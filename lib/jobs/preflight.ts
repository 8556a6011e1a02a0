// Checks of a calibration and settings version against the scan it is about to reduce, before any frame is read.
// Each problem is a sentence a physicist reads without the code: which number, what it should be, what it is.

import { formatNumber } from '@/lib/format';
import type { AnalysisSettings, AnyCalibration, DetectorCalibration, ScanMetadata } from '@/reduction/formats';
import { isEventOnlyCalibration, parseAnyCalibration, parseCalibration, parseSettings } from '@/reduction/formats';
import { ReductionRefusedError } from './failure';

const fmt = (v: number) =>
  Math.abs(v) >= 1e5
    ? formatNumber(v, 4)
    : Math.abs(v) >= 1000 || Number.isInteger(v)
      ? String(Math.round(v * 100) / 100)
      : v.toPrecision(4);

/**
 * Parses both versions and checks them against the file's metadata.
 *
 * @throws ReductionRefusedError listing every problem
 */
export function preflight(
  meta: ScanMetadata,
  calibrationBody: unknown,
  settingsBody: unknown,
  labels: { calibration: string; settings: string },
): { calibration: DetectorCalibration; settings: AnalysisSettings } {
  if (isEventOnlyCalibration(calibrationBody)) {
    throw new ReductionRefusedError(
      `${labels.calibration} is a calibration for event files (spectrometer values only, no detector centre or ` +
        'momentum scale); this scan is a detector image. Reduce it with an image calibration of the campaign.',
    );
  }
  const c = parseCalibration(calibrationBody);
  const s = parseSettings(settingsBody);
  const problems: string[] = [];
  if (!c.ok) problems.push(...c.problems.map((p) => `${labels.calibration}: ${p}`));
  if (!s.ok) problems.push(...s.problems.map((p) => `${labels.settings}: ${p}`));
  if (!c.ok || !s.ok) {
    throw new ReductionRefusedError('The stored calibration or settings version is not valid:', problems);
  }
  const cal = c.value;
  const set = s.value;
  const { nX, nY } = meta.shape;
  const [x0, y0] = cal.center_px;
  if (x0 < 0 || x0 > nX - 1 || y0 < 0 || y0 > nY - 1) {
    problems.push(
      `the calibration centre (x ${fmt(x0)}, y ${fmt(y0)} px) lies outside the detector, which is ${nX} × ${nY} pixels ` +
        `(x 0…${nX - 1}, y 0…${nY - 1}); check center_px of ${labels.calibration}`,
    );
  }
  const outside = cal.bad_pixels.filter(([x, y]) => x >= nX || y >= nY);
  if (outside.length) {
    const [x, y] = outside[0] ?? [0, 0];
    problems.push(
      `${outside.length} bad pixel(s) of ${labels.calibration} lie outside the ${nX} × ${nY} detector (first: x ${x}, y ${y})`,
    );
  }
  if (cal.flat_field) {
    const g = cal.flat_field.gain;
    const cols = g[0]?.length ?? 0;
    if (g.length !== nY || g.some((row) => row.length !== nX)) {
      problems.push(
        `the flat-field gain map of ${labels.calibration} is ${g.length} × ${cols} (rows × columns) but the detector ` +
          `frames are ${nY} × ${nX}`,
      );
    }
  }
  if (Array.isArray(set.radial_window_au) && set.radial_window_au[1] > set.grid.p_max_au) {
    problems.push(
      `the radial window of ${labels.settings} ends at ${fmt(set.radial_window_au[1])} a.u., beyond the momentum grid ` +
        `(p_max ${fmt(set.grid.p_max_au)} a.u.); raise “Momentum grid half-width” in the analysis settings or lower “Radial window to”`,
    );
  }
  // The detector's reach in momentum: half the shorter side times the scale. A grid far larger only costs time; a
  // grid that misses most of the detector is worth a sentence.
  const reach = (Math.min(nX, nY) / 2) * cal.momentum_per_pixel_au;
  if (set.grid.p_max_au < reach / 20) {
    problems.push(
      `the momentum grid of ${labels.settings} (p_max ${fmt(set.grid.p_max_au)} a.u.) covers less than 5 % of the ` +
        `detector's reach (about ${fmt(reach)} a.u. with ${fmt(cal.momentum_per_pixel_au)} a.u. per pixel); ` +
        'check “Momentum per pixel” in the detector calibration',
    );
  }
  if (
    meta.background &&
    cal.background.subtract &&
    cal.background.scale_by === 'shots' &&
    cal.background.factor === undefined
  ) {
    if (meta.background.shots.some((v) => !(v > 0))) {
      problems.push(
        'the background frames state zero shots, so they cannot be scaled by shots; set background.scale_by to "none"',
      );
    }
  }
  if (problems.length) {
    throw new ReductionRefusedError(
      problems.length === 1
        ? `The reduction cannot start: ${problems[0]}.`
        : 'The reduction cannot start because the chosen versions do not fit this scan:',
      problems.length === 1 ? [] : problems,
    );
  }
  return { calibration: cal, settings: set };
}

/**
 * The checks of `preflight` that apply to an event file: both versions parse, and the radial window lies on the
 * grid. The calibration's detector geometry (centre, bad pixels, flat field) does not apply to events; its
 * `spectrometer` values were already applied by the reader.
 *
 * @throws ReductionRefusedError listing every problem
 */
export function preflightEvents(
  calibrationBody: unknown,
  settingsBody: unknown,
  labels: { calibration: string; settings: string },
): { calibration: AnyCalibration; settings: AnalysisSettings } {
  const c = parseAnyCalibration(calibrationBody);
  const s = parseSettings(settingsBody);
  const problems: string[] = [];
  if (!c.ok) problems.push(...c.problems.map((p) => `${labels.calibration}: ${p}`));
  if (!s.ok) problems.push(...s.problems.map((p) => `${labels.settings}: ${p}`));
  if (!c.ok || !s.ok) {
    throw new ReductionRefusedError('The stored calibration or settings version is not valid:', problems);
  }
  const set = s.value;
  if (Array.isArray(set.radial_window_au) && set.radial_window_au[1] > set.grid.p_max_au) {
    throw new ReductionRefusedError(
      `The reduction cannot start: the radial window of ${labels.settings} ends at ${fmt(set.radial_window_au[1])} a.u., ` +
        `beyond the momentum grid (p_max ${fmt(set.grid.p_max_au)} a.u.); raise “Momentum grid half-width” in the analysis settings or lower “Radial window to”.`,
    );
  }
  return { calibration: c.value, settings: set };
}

...

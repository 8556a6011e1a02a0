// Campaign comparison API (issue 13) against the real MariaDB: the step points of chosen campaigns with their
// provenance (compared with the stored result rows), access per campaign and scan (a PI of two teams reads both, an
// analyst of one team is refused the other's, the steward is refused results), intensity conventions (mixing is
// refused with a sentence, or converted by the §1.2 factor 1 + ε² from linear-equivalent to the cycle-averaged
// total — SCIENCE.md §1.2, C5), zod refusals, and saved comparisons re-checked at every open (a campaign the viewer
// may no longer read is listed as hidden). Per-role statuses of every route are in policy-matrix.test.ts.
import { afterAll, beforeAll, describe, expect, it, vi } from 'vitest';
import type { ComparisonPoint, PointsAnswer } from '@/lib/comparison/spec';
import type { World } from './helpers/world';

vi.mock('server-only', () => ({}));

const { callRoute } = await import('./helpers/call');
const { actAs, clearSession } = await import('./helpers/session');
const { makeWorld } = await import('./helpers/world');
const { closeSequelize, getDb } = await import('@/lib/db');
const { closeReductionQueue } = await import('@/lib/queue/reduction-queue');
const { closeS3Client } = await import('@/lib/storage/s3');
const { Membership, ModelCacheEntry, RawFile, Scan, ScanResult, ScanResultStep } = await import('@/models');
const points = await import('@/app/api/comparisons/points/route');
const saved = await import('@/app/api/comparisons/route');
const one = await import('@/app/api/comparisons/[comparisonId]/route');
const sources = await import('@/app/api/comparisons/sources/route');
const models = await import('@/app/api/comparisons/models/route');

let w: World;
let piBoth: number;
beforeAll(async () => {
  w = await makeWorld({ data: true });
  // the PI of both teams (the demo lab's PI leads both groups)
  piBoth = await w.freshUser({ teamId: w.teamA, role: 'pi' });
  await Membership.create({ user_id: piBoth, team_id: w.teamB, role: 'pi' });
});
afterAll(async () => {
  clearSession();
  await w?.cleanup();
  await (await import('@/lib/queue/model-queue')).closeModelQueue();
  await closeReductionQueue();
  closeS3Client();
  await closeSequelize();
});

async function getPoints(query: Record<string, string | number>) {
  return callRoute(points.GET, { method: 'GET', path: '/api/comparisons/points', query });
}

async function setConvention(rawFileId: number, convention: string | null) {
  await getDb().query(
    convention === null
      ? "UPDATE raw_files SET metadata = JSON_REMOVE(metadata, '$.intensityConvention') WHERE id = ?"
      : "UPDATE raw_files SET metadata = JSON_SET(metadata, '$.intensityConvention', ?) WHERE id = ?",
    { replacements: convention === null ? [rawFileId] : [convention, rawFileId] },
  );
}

▶ [What is required]: Would you print exactly and only the lines of the material above that run from the line with "leads both groups)" through the line with "async function getPoints(query: Record<string, string", both included?

▶ [Response below]:
  // the PI of both teams (the demo lab's PI leads both groups)
  piBoth = await w.freshUser({ teamId: w.teamA, role: 'pi' });
  await Membership.create({ user_id: piBoth, team_id: w.teamB, role: 'pi' });
});
afterAll(async () => {
  clearSession();
  await w?.cleanup();
  await (await import('@/lib/queue/model-queue')).closeModelQueue();
  await closeReductionQueue();
  closeS3Client();
  await closeSequelize();
});

async function getPoints(query: Record<string, string | number>) {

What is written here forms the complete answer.